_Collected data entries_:
=== Begin Enclosure ===

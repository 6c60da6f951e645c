/* SPDX-License-Identifier: MIT
 *
 * The evidence fit from nothing: which components there are. The variational rounds only lose components, and one that
 * starts badly aligned may be lost although the data support it. So:
 *
 *   1  offsets by ridge least squares; the trimmed spectral start gives all components asked for at once
 *   2  rounds until the estimates settle; what the data do not support is pruned
 *   3  leading pairs of the residual join as further components, rounds again: while more live, go on
 *   4  rounds to the final tolerance; where cells are scarce and a component is lost on the way, 3 and 4 once more
 *
 * Which components live: evidence_living.c. Growth by the residual's leading pair is what made nearly every local
 * method converge from few cells; the ridge per component, learnt from the data, is in the spirit of MacKay 1992,
 * "Bayesian interpolation".
 *
 * A large table has the cells to tell at once: the rounds of 2 are those to the final tolerance, and when one of the
 * components offered is gone after them no further ones are. When all live, twice as many are offered from the
 * beginning, which costs no more than all before it.
 */
#include "solve/evidence_internal.h"

#include <math.h>

/* First guess of the noise, as a share of the variance that the offsets leave: with all of it, weak components are lost
   before they have found their direction; with much less, rounds are spent on pruning what is not there. */
#define START_NOISE 0.25
/* Components that join at once: among several the rounds find the directions that one alone may miss. */
enum { GROW_BLOCK = 4 };
/* Steps that align what has joined. */
enum { ALIGN_STEPS = 10 };
/* Cells over unknowns below which components are lost that the data support. */
#define SCARCE 4.0
/* Rounds between two growths, and the tolerance at which they end earlier. */
#define GROW_ROUNDS 10
#define GROW_CHANGE 1e-3
/* Rounds of equal noise before others. */
enum { BEFORE_ROUNDS = 15 };
/* From so many cells on a round costs what four alternations do, and the start is brought near by some of those: with
   the ridge that shrinks an evenly seen table by a twentieth. */
enum { LARGE = 500000 };
enum { APPROACH_STEPS = 3 };
#define APPROACH_RIDGE 0.05

static bool is_late(const struct evidence_request *request)
{
    return request->deadline > 0 && clock_wall() >= request->deadline;
}

static bool is_scarce(const struct cells *cells, size_t rank)
{
    double lines = (double)cells->rows + (double)cells->columns;
    return (double)cells->count < SCARCE * (double)rank * (lines - (double)rank);
}

/* A few unshrunk steps, in which what has joined finds its direction: the leading pair of few cells' residual is mostly
   chance, and the rounds would lose a weak component before they had turned it. Where cells abound the pair will do. */
static fescue_status point_align(struct problem *problem, const struct evidence_request *request,
                                 struct low_rank *point)
{
    const struct solve_limits limits = {.iterations = ALIGN_STEPS, .gradient = 1e-6, .deadline = request->deadline};
    struct solve_result result = {0};
    if (!is_scarce(&problem->target, point->rank))
        return FESCUE_OK;
    fescue_status status = solve_run(problem, solver_find("grassmann-cg"), &limits, point, &result);
    solve_result_free(problem->context, &result);
    return status;
}

bool evidence_is_large(const struct cells *cells)
{
    return cells->count >= LARGE;
}

/* Alternations that bring the spectral start of a large table near, and the noise that they leave, a degree of freedom
   taken off for every unknown. */
static fescue_status point_approach(struct problem *problem, struct evidence_request *request, struct low_rank *point)
{
    const struct solve_limits limits = {.iterations = APPROACH_STEPS, .gradient = 1e-6, .deadline = request->deadline};
    struct solve_result result = {0};
    double rank = (double)point->rank, lines = (double)point->rows + (double)point->columns;
    double cells = (double)problem->target.count, free = cells - rank * (lines - rank);
    problem_set_ridge(problem, APPROACH_RIDGE);
    fescue_status status = solve_run(problem, solver_find("alternating"), &limits, point, &result);
    double noise = result.rmse * result.rmse * problem->scale * problem->scale;
    if (status == FESCUE_OK && free > cells / 2)
        request->noise_start = noise * cells / free;
    solve_result_free(problem->context, &result);
    return status;
}

/* Adds components to *model, of which the offsets stand: the spectral start's `rank` when it has none yet, else a
 * block. */
static fescue_status model_grow(fescue_context *context, const struct cells *cells, struct evidence_request *request,
                                struct model *model)
{
    struct problem problem = {0};
    struct low_rank *point = &model->low_rank;
    fescue_status status;
    bool is_coarse = point->rank == 0 && evidence_is_large(cells); /* a start, to the noise and not beyond */
    TRY(problem_create_in(context, cells, &model->offsets, 0, is_coarse ? FESCUE_SINGLE : cells->precision, &problem));
    if (point->rank == 0) {
        if (!(request->noise_start > 0))
            request->noise_start = START_NOISE * problem.scale * problem.scale;
        low_rank_free(context, point);
        TRY(start_spectral(&problem, request->rank, request->seed, point));
        if (evidence_is_large(cells))
            TRY(point_approach(&problem, request, point));
    } else {
        for (size_t k = 0; k < point->rank; k++)
            point->spectrum[k] /= problem.scale;
        for (size_t k = 0; k < GROW_BLOCK && point->rank < request->rank_most; k++)
            TRY(start_grow(&problem, request->seed + point->rank, point));
        TRY(point_align(&problem, request, point));
    }
    for (size_t k = 0; k < point->rank; k++)
        point->spectrum[k] *= problem.scale;
done:
    problem_free(&problem);
    return status;
}

/* Replaces *fit by a fit that starts from its model and noise, and drops components that died (the last one stays). */
static fescue_status refit(fescue_context *context, const struct cells *cells, const struct evidence_request *request,
                           struct evidence_result *fit)
{
    struct evidence_result next = {0};
    struct evidence_request again = *request;
    if (fit->noise > 0)
        again.noise_start = fit->noise * fit->noise;
    again.rank = fit->model.low_rank.rank;
    fescue_status status = evidence_fit(context, cells, &again, &fit->model, &next);
    if (status != FESCUE_OK)
        return status;
    evidence_result_free(context, fit);
    *fit = next;
    return next.fit.stop == STOP_CANCELLED ? FESCUE_STOPPED : FESCUE_OK;
}

/* What is asked of rounds after which components join or go. */
static struct evidence_request step_of(const struct evidence_request *request, uint64_t rounds)
{
    struct evidence_request step = *request;
    step.noise = EVIDENCE_NOISE_EQUAL;
    step.time = NULL;
    step.near = NULL;
    step.rounds = rounds;
    step.change = GROW_CHANGE;
    return step;
}

/* Components join for as long as more of them live, out->model having its offsets and what has joined already. */
static fescue_status components_grow(fescue_context *context, const struct cells *cells,
                                     const struct evidence_request *request, struct evidence_result *out)
{
    struct evidence_request step = step_of(request, GROW_ROUNDS);
    size_t alive = out->model.low_rank.rank;
    fescue_status status;
    for (;;) {
        TRY(model_grow(context, cells, &step, &out->model));
        TRY(refit(context, cells, &step, out));
        size_t now = evidence_living(cells, out);
        if (now <= alive || now >= request->rank_most || is_late(request))
            break;
        alive = now;
    }
done:
    return status;
}

/* Rounds to the final tolerance, all noise equal, without time and near columns; a few when rounds with other noise
   follow, which settle the components on their own. */
static fescue_status components_settle(fescue_context *context, const struct cells *cells,
                                       const struct evidence_request *request, struct evidence_result *out)
{
    struct evidence_request step = *request;
    step.noise = EVIDENCE_NOISE_EQUAL;
    step.time = NULL;
    step.near = NULL;
    if (request->noise != EVIDENCE_NOISE_EQUAL && step.rounds > BEFORE_ROUNDS)
        step.rounds = BEFORE_ROUNDS;
    return refit(context, cells, &step, out);
}

/* Equal noise, the components of a small table: they settle, and where cells are scarce those that were lost on the way
   are looked for once more. What follows lines in time settles the components on its own. */
static fescue_status components_learn(fescue_context *context, const struct cells *cells,
                                      const struct evidence_request *request, struct evidence_result *out)
{
    fescue_status status;
    TRY(components_grow(context, cells, request, out));
    size_t alive = evidence_living(cells, out);
    if (request->time != NULL)
        return FESCUE_OK;
    TRY(components_settle(context, cells, request, out));
    bool is_last = request->noise == EVIDENCE_NOISE_EQUAL;
    if (is_last && evidence_living(cells, out) < alive && is_scarce(cells, alive) && !is_late(request)) {
        TRY(components_grow(context, cells, request, out));
        TRY(components_settle(context, cells, request, out));
    }
done:
    return status;
}

/* Those of a large table: as many as are asked for, which settle; twice as many, from nothing, for as long as all of
   them live. */
static fescue_status components_offer(fescue_context *context, const struct cells *cells,
                                      const struct evidence_request *request, struct evidence_result *out)
{
    struct evidence_request step = step_of(request, request->rounds);
    size_t most = request->rank_most;
    fescue_status status;
    step.change = request->change;
    for (;;) {
        TRY(model_grow(context, cells, &step, &out->model));
        TRY(refit(context, cells, &step, out));
        if (evidence_living(cells, out) < step.rank || step.rank == most || is_late(request))
            break;
        step.rank = 2 * step.rank < most ? 2 * step.rank : most;
        evidence_trim(&out->model, 0);
    }
done:
    return status;
}

fescue_status evidence_learn(fescue_context *context, const struct cells *cells, const struct evidence_request *request,
                             struct evidence_result *out)
{
    fescue_status status;
    *out = (struct evidence_result){.model = {.rows = cells->rows, .columns = cells->columns}};
    out->model.bounds = (struct fescue_range){-INFINITY, INFINITY};
    TRY(offsets_fit(context, cells, request->offsets, &out->model.offsets));
    TRY(low_rank_create(context, cells->rows, cells->columns, 0, &out->model.low_rank));
    TRY(evidence_is_large(cells) ? components_offer(context, cells, request, out)
                                 : components_learn(context, cells, request, out));
    if (request->noise != EVIDENCE_NOISE_EQUAL || request->time != NULL || request->near != NULL)
        TRY(refit(context, cells, request, out));
    evidence_trim(&out->model, evidence_living(cells, out));
done:
    if (status != FESCUE_OK)
        evidence_result_free(context, out);
    return status;
}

=== End Enclosure ===

_Task goal_:
Scan the entries above for the line containing "them live. */", and copy it and all lines after it exactly, down to and including the line containing "components_offer(context, cells, request, out)".

_Solution to the problem_:
   them live. */
static fescue_status components_offer(fescue_context *context, const struct cells *cells,
                                      const struct evidence_request *request, struct evidence_result *out)
{
    struct evidence_request step = step_of(request, request->rounds);
    size_t most = request->rank_most;
    fescue_status status;
    step.change = request->change;
    for (;;) {
        TRY(model_grow(context, cells, &step, &out->model));
        TRY(refit(context, cells, &step, out));
        if (evidence_living(cells, out) < step.rank || step.rank == most || is_late(request))
            break;
        step.rank = 2 * step.rank < most ? 2 * step.rank : most;
        evidence_trim(&out->model, 0);
    }
done:
    return status;
}

fescue_status evidence_learn(fescue_context *context, const struct cells *cells, const struct evidence_request *request,
                             struct evidence_result *out)
{
    fescue_status status;
    *out = (struct evidence_result){.model = {.rows = cells->rows, .columns = cells->columns}};
    out->model.bounds = (struct fescue_range){-INFINITY, INFINITY};
    TRY(offsets_fit(context, cells, request->offsets, &out->model.offsets));
    TRY(low_rank_create(context, cells->rows, cells->columns, 0, &out->model.low_rank));
    TRY(evidence_is_large(cells) ? components_offer(context, cells, request, out)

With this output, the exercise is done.